For the entries below, report every line that includes the word "ReturnType".

Data for the task Block Start

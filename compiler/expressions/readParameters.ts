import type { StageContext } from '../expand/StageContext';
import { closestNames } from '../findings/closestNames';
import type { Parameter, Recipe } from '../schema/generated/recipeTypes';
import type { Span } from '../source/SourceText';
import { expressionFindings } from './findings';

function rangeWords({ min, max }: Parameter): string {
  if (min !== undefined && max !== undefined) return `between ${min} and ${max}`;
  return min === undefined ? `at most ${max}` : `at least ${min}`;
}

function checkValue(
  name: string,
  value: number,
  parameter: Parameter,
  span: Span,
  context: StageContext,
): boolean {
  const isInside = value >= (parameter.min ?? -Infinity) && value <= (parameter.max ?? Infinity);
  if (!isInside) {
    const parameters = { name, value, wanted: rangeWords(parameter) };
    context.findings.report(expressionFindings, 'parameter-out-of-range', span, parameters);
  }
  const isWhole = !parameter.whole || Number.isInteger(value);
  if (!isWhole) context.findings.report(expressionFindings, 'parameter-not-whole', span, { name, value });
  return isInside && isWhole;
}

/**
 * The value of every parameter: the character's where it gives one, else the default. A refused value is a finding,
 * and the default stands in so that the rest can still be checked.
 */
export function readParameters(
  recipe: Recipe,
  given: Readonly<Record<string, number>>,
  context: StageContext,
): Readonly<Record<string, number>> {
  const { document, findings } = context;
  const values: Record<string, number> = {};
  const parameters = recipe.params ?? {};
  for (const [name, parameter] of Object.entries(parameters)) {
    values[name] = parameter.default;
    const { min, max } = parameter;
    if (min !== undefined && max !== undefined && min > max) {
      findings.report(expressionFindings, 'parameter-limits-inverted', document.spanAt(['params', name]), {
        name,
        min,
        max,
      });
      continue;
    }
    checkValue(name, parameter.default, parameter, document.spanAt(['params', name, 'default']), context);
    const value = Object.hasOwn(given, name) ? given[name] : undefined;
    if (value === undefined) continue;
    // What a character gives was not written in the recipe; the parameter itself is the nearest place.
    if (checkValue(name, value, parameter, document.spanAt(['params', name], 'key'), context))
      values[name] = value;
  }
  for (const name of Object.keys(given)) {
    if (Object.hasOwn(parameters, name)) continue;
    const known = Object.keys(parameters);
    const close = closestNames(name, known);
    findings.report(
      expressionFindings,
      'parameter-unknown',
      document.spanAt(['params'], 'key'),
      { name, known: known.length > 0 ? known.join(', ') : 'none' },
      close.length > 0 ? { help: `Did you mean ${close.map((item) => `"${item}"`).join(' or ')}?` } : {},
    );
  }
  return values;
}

Data for the task Block End
Data for the task Block Start

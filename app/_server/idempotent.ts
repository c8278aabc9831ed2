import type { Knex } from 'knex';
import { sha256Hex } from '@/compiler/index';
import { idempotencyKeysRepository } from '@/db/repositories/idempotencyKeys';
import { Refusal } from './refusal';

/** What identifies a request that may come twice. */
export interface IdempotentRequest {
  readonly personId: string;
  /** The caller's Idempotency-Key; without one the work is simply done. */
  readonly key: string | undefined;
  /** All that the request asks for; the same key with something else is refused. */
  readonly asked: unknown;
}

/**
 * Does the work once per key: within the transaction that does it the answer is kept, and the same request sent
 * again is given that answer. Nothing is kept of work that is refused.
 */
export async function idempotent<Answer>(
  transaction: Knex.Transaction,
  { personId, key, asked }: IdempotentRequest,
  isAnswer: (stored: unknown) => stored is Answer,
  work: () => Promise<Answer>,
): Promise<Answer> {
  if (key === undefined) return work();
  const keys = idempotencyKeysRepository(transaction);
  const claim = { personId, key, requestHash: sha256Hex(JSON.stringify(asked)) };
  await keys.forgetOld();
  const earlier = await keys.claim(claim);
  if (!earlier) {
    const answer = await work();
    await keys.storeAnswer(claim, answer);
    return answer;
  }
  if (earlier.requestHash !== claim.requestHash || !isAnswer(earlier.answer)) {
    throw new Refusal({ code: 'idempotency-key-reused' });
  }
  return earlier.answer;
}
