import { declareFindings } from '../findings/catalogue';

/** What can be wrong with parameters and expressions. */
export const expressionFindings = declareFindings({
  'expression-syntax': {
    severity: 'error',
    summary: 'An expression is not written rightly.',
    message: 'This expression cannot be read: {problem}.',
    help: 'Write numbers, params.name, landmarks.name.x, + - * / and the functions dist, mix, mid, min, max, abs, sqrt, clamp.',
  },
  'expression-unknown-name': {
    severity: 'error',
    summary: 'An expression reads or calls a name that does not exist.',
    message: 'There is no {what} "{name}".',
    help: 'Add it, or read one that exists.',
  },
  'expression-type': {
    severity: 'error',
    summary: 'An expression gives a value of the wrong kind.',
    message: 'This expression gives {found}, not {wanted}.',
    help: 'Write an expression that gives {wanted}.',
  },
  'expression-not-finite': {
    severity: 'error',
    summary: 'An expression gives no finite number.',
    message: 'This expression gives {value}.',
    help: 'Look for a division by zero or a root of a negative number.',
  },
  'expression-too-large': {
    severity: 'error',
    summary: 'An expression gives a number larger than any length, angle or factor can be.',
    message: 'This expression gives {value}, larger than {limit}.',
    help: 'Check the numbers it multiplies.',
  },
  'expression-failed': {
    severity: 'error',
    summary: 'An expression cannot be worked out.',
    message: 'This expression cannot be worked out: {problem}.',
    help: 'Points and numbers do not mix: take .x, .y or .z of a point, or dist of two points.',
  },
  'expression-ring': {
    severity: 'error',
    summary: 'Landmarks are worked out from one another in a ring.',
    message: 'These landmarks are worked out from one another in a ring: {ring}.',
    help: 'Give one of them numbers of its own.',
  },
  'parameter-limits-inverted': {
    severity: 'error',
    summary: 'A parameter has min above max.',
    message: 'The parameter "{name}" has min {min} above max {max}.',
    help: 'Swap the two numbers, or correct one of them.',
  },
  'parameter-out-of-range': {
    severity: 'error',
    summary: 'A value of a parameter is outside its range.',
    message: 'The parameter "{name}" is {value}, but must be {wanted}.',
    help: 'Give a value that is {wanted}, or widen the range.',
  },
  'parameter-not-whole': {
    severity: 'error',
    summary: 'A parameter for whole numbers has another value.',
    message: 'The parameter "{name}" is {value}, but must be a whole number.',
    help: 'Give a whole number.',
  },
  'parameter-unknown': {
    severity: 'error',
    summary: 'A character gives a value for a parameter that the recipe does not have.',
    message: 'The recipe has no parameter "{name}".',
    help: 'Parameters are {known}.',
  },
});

Data for the task Block End
Data for the task Block Start

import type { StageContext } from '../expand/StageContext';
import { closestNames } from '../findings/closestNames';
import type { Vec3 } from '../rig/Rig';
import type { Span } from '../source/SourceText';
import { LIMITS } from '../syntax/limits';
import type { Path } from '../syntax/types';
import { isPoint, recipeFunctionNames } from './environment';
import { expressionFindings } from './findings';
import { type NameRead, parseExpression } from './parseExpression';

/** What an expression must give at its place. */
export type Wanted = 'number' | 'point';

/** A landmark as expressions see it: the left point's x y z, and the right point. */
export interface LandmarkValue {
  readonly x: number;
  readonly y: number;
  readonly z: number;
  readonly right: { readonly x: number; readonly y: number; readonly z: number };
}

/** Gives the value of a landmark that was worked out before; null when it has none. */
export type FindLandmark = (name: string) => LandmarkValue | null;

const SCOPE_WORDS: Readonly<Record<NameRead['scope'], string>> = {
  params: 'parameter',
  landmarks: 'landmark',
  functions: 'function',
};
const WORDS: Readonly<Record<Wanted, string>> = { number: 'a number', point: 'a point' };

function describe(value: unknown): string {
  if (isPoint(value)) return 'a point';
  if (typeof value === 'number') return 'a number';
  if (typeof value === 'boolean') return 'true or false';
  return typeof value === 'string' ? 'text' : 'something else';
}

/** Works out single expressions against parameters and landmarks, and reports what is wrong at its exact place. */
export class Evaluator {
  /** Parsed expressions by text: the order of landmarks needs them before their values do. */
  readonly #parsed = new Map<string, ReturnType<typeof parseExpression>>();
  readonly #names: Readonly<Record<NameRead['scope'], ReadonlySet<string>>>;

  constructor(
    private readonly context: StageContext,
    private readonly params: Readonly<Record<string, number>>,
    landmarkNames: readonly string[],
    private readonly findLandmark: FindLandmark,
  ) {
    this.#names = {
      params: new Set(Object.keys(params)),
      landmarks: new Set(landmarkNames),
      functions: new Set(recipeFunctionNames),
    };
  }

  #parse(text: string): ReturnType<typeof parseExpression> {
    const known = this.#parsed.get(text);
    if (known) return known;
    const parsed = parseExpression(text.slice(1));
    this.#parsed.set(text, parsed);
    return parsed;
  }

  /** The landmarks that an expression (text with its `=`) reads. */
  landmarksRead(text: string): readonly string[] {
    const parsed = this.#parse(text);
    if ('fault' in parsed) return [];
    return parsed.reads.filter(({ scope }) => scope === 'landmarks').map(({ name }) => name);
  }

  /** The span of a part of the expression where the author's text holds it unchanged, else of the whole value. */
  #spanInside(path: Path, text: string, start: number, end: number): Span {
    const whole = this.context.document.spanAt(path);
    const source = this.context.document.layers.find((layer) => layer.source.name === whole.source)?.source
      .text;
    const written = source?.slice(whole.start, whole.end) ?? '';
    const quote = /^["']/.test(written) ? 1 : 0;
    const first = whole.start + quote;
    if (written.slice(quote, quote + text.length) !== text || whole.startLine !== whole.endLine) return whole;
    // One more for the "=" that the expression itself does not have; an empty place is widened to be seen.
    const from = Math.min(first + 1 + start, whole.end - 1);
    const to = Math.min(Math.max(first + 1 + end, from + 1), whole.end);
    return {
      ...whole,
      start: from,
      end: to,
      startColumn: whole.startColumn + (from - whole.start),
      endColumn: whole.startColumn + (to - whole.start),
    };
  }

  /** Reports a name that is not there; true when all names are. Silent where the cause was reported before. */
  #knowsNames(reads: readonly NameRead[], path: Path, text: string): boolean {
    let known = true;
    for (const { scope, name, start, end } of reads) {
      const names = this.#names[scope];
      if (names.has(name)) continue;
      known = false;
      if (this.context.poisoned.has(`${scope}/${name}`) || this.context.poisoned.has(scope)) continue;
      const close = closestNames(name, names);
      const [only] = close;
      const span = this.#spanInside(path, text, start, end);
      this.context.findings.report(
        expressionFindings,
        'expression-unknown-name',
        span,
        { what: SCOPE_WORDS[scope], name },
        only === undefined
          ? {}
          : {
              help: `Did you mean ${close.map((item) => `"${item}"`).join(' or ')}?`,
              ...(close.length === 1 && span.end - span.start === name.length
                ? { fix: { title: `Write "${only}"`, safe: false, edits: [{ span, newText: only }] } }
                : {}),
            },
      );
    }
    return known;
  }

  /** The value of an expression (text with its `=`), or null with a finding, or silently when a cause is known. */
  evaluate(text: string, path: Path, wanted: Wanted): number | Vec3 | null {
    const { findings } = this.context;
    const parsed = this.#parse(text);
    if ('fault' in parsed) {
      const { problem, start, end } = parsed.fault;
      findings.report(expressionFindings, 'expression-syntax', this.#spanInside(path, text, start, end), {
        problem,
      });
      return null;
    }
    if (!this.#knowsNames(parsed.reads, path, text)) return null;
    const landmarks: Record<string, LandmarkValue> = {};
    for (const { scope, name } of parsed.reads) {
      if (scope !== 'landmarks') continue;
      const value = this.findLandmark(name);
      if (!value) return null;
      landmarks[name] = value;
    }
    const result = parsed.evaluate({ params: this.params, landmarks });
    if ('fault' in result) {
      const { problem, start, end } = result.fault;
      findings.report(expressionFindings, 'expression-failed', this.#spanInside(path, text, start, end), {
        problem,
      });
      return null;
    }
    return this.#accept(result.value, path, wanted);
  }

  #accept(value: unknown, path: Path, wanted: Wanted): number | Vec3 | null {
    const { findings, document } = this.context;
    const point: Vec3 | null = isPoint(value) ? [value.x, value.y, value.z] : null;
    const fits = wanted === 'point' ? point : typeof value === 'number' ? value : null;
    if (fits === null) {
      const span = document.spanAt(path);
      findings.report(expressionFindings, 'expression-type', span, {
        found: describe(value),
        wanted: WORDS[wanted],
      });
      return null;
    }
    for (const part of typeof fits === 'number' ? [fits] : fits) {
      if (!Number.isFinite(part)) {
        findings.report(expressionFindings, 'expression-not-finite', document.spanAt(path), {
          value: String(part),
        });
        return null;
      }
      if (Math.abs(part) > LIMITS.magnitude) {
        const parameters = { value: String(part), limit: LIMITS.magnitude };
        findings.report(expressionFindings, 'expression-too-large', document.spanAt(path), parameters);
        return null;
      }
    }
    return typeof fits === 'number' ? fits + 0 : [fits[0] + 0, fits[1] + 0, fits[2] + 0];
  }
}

Data for the task Block End

Solution to this task:
  readonly #parsed = new Map<string, ReturnType<typeof parseExpression>>();
  #parse(text: string): ReturnType<typeof parseExpression> {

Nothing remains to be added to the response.